In the middle of his most recent offering, the Indiana Policy Review book reviewer Mark Franke asked one of the most important questions of the modern political era. In fact, if our polity is to survive its current state of fractured fragility, it might be the question:

“Where is the red line between reasonable compromise and dying on the hill of principle?”

I don’t have any better answer to that question than Mark did, but it made me think. If this offering can get one other person to think, maybe we can get some kind of strange chain reaction of civic discussion started.

He posed the question in connection with reviewing three books having the same general theme: The two-party system is broken, and we desperately need to somehow find our way back to compromise before the nation is torn apart in the war of partisan extremes.
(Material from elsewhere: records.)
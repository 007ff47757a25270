import { DataList, Flex, Text } from '@radix-ui/themes';
import { displayUnit, type CalculatorInfo } from '@skyledger/calc';
import type { WorkingOutput, WorkingView } from '@skyledger/contracts';
import { ScrollTable } from '@/components/ui/scroll-table';
import { bandText, cellText, isBand, isListBand, outputText, quantityText } from '../format-values';

interface NamedOutput {
  name: string;
  label: string;
  output: WorkingOutput;
}

function ListValue({ output }: { output: WorkingOutput }) {
  const values = Array.isArray(output.value) ? (output.value as number[]) : [];
  const band = isListBand(output.band) ? output.band : null;
  if (!band) return <Text weight="bold">{outputText(output)}</Text>;
  return (
    <ol className="sl-list">
      {values.map((value, index) => (
        <li key={index}>
          <Text weight="bold">{quantityText(value, output.unit)}</Text>
          <Text size="2" color="gray">
            {' '}
            ·{' '}
            {bandText(
              { p5: band.p5[index]!, p50: band.p50[index]!, p95: band.p95[index]! },
              output.unit,
            )}
          </Text>
        </li>
      ))}
    </ol>
  );
}

/** A table output under its label, units in the headings, scrolling in its own box. */
export function TableOutputView({ label, output }: { label: string; output: WorkingOutput }) {
  const rows = Array.isArray(output.value) ? (output.value as Record<string, unknown>[]) : [];
  const columns = output.columns ?? [];
  return (
    <Flex direction="column" gap="1">
      <Text weight="bold" size="2">
        {label}
      </Text>
      <ScrollTable
        caption={label}
        columns={columns.map((column) =>
          column.unit ? `${column.label} (${displayUnit(column.unit)})` : column.label,
        )}
        rows={rows.map((row) =>
          columns.map(({ key }) =>
            // The worksheet's lines carry their unit as mathjs writes it: show it as the steps do.
            key === 'unit' && typeof row[key] === 'string'
              ? displayUnit(row[key])
              : cellText(row[key]),
          ),
        )}
        numeric
      />
    </Flex>
  );
}

/**
 * The outputs of a working with their units, and their 5th–95th percentile band where an
 * input was a range: numbers and lists as a list of values, texts and tables after them.
 */
export function WorkingOutputs({
  working,
  calculator,
}: {
  working: WorkingView;
  calculator: CalculatorInfo | undefined;
}) {
  const declared = calculator?.outputs ?? [];
  const outputs: NamedOutput[] = [
    ...declared.map((info) => info.name),
    ...Object.keys(working.outputs).filter((name) => !declared.some((info) => info.name === name)),
  ].flatMap((name) => {
    const output = working.outputs[name];
    const label = declared.find((info) => info.name === name)?.label ?? name;
    return output ? [{ name, label, output }] : [];
  });
  const values = outputs.filter(({ output }) => output.kind === 'number' || output.kind === 'list');
  const texts = outputs.filter(({ output }) => output.kind === 'text');
  const tables = outputs.filter(({ output }) => output.kind === 'table');

  return (
    <Flex direction="column" gap="4">
      {values.length > 0 ? (
        <DataList.Root orientation={{ initial: 'vertical', sm: 'horizontal' }} size="2">
          {values.map(({ name, label, output }) => (
            <DataList.Item key={name}>
              <DataList.Label minWidth="14rem">{label}</DataList.Label>
              <DataList.Value>
                {output.kind === 'list' ? (
                  <ListValue output={output} />
                ) : (
                  <Flex direction="column">
                    <Text weight="bold">{quantityText(Number(output.value), output.unit)}</Text>
                    {isBand(output.band) ? (
                      <Text size="2" color="gray">
                        {bandText(output.band, output.unit)}
                      </Text>
                    ) : null}
                  </Flex>
                )}
              </DataList.Value>
            </DataList.Item>
          ))}
        </DataList.Root>
      ) : null}
      {texts.map(({ name, label, output }) => (
        <Flex key={name} direction="column" gap="1">
          <Text weight="bold" size="2">
            {label}
          </Text>
          <Text as="p" className="sl-prose" size="2">
            {String(output.value)}
          </Text>
        </Flex>
      ))}
      {tables.map(({ name, label, output }) => (
        <TableOutputView key={name} label={label} output={output} />
      ))}
    </Flex>
  );
}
Mark agreed with the stated problem but expressed doubts about most of the solutions. Each of the suggested remedies – open balloting, constitutional nullification amendments, ranked ballot voting and so on – would create its own set of problems. On the other end of the spectrum from our dilemma, for example, would we really be better off with a multi-party system that required the corralling of a new governing coalition every few months?

Here is my thought: What if these analysts, in dissecting the sad state of our major political parties, are focusing on the wrong thing? Isn’t in possible that the two-party breakdown is not the cause of our divisiveness but, rather, the result of it?

The names have changed, and some issues they favor have come and gone, but we have had two major parties almost from the beginning of the republic, ever since George Washington decided not to be president for life. They have survived and thrived by listening to the electorate, candidates doing their best to promise delivery of what is desired. The parties are what they are because of who we are.

At the very least, we should consider the relationship of our political class and voting citizenry to be a symbiotic one. Each has contributed to the policy mix and, however briefly and sporadically, somehow managed to tolerate the compromises that serve the commonweal.

Until now. We are taunted by the possibility that compromise has moved forever beyond our grasp. And the unanswered – because, so far, unasked – question is what has happened to us, the American people, to bring us to such an impasse? If we can figure that out, perhaps we can start understanding our “two-party problem.”

I have a thought about that, too.

Stated succinctly if simplistically, what we have today is a war between liberals and conservatives. Whatever else we may say about them, it seems fair to describe liberals as always wanting change and championing strong government activity and spending to achieve it. Conservatives want the stability of preserved tradition and champion strong government initiatives to achieve it.

Does that sound about right? If so, consider this:

It is much harder for conservatives to compromise than it is for liberals to compromise. That has nothing to do with the character or intentions of the people involved. It is in the very nature of conservatism and liberalism.

Conservatives want the status quo. Liberals want to break the status quo as decisively and as often as they can.

And when “no change” and “big change” clash, there is only one compromise: a little change. So, every compromise is a defeat for conservatism, however small, and it is a victory, however small, for liberalism. We can see this most often in budget discussions:  Let’s keep the same budget (cuts are never on the table). No, let’s increase it by 20 percent. OK, let’s compromise at 10 percent.

The result is the inexorable march of change and an ever-contracting foundation of stability.

I think we have reached the point where conservatives are sick and tired of always being on the losing end of compromise. Because there are now a few news outlets not parroting the left-center narrative and because of the effects of social media, they are talking more to each other and getting in a “mad as hell and not going to take it anymore” mood.

Liberals, on the other hand, are giddy with success. The more gains they make, the more they want. Every extreme position they beat conservatives down on just spurs them on to even more extreme positions. Because they still mostly control the narrative, and because of the effects of social media, they’ve convinced themselves that their positions are the only moral ones.

If I’m even close to correct, I have no idea where we go from here. I keep thinking that the liberals will go one step too far and champion something so crazy no sane person would accept it. But so far it hasn’t happened. I keep thinking conservatives will craft a coherent defense of American values and traditions, but that hasn’t happened, either.

Maybe it is easier just to blame the parties. Not our fault, move along, nothing to see here.